# TASK ITEM
Give the number of lines in the material below that include "free", and write nothing else.

# ENTRIES SHOWN
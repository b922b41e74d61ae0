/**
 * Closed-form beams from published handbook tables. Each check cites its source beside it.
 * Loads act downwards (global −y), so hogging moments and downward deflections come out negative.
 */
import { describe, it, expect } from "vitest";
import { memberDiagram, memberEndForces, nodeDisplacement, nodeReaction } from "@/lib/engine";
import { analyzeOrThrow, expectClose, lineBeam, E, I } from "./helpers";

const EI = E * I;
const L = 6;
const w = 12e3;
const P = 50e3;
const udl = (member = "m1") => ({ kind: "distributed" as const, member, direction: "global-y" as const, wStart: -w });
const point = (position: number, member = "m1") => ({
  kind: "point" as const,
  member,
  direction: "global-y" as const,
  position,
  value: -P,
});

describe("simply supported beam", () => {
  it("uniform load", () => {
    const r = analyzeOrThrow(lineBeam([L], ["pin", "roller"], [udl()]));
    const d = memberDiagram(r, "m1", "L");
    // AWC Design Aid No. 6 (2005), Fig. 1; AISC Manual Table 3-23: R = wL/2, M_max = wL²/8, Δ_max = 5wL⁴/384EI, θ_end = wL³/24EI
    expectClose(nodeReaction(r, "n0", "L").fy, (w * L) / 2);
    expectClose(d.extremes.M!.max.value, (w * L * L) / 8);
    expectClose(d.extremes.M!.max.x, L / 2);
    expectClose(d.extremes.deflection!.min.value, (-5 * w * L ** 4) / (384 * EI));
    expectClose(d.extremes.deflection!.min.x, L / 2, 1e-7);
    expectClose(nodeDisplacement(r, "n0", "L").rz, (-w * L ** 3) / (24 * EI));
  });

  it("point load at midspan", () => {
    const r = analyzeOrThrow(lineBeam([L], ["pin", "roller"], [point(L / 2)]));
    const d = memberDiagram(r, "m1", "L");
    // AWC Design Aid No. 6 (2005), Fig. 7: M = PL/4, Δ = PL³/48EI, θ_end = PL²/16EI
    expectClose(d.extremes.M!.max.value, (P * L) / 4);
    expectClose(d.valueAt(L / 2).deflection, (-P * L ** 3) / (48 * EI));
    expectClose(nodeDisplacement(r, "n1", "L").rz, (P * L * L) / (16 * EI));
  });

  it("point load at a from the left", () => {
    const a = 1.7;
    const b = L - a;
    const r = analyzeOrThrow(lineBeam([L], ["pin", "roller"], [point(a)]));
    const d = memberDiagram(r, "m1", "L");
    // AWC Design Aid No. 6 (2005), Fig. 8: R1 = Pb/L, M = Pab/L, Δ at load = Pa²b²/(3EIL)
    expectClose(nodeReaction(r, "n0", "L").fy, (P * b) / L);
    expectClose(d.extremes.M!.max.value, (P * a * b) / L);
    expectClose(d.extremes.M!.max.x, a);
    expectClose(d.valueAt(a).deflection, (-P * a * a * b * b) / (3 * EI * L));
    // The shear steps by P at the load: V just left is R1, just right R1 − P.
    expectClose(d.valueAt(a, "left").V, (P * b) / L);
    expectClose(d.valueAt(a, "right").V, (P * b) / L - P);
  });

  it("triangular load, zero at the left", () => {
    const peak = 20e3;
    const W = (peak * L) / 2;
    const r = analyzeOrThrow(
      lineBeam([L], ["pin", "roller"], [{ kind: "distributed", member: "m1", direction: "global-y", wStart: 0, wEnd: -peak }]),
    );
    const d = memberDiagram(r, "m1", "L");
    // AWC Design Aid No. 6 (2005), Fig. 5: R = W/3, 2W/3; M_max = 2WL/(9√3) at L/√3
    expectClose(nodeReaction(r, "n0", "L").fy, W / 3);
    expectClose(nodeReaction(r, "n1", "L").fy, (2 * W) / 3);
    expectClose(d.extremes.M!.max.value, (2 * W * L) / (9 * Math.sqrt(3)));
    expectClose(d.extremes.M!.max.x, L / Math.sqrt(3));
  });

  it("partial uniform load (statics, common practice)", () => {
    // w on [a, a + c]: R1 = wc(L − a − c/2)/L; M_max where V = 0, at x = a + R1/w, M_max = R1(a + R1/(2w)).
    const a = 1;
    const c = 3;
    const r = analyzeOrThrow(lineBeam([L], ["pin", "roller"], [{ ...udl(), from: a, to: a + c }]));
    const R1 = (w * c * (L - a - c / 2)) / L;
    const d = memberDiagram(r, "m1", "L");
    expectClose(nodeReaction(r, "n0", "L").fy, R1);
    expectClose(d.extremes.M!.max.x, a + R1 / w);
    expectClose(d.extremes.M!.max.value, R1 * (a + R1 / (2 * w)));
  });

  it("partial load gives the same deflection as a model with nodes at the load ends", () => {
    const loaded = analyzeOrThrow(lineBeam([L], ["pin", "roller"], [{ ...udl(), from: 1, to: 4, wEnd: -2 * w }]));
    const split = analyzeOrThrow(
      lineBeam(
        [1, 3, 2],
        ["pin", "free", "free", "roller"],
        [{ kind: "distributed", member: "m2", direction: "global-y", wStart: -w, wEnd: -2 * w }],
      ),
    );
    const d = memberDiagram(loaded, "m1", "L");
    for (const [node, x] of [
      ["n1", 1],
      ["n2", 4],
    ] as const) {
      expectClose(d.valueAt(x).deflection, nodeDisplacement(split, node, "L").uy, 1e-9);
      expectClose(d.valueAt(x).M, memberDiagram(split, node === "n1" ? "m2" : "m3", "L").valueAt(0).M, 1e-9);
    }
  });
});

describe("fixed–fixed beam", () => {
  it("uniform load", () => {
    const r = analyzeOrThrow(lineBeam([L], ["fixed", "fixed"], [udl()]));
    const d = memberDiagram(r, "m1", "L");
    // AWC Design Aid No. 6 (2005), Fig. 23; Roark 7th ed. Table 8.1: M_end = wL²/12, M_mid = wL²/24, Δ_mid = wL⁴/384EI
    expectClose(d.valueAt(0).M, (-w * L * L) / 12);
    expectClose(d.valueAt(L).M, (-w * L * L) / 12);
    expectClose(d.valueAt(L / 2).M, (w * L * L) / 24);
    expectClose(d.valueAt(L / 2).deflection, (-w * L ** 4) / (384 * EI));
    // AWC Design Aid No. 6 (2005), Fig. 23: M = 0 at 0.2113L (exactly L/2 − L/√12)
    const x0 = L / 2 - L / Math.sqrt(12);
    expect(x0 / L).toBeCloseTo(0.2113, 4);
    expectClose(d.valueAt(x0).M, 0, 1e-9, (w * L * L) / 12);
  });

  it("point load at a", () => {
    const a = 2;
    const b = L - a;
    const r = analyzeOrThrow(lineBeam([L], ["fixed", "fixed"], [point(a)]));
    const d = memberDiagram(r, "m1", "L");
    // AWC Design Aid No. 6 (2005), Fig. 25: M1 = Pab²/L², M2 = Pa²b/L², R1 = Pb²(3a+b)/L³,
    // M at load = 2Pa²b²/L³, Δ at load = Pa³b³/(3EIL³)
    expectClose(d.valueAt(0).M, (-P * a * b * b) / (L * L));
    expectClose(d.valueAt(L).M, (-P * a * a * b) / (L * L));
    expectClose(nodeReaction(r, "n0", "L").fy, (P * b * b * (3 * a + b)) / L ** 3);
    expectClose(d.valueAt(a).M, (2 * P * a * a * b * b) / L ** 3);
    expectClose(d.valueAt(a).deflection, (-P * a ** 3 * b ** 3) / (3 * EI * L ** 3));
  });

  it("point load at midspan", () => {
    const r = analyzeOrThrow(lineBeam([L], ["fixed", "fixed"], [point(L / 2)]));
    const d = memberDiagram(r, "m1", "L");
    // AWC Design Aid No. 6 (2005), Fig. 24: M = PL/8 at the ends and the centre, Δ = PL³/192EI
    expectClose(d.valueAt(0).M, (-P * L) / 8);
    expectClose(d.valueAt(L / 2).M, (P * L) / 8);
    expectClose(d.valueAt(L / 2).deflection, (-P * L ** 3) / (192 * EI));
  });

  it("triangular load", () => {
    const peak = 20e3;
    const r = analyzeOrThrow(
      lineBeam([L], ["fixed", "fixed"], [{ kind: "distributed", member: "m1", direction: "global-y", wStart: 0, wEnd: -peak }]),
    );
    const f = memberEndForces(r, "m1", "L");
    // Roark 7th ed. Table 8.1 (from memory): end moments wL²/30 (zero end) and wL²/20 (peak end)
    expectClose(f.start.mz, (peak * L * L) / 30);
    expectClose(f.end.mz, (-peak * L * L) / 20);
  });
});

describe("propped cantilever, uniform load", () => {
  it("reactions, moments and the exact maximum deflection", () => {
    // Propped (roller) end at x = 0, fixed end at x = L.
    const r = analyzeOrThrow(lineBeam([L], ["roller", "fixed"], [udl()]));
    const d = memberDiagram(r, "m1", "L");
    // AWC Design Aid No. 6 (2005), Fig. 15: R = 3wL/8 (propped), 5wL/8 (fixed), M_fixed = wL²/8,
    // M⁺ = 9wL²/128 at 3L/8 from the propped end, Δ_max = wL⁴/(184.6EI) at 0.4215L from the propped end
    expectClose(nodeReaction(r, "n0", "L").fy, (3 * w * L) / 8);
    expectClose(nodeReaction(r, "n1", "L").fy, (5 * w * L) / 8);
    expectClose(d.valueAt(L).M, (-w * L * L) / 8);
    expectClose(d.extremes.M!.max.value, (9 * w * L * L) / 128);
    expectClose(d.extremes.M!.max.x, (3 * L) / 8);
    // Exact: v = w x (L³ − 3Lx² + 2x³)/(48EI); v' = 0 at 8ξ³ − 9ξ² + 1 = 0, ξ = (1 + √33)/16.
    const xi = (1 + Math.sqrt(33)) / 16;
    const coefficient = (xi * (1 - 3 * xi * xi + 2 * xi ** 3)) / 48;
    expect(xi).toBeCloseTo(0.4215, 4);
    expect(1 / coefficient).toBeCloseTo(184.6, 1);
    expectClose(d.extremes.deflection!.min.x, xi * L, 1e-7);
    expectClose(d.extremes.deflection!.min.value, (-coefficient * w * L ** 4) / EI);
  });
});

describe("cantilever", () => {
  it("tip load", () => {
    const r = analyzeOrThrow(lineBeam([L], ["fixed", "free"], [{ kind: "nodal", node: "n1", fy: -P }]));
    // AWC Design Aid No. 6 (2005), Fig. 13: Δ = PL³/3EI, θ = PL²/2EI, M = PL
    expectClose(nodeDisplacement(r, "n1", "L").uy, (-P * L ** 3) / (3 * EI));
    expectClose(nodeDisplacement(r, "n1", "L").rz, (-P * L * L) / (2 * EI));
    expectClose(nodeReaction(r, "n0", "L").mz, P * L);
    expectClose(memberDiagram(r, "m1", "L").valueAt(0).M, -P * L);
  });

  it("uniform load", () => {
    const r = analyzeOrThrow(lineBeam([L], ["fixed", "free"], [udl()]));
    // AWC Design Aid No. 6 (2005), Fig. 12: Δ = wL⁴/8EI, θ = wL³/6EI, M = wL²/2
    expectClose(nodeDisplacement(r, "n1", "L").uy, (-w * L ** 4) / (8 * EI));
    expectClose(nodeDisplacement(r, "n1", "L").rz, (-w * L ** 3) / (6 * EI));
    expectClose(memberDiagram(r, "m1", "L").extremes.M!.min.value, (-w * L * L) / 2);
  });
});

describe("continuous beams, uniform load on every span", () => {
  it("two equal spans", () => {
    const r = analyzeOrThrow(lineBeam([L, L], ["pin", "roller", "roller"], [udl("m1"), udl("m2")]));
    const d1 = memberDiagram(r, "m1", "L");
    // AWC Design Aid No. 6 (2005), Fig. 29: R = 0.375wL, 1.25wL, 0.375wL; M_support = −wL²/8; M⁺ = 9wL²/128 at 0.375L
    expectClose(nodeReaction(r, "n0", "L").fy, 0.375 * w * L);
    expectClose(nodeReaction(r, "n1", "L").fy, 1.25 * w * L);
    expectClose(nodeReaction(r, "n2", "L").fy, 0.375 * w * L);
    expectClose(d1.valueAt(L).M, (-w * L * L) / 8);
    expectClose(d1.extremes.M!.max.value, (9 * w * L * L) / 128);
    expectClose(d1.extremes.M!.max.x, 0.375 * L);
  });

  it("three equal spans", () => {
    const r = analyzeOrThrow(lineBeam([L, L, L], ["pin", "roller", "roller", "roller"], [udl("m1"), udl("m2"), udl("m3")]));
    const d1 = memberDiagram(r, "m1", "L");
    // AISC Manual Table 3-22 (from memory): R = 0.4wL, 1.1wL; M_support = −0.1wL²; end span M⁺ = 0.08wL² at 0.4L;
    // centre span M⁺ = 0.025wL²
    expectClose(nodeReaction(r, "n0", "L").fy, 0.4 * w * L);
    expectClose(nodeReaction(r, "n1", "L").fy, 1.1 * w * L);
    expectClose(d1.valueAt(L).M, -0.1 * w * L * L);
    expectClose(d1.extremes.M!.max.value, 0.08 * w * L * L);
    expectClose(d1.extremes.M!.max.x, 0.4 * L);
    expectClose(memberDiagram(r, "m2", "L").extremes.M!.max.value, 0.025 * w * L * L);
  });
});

# SOLUTION
3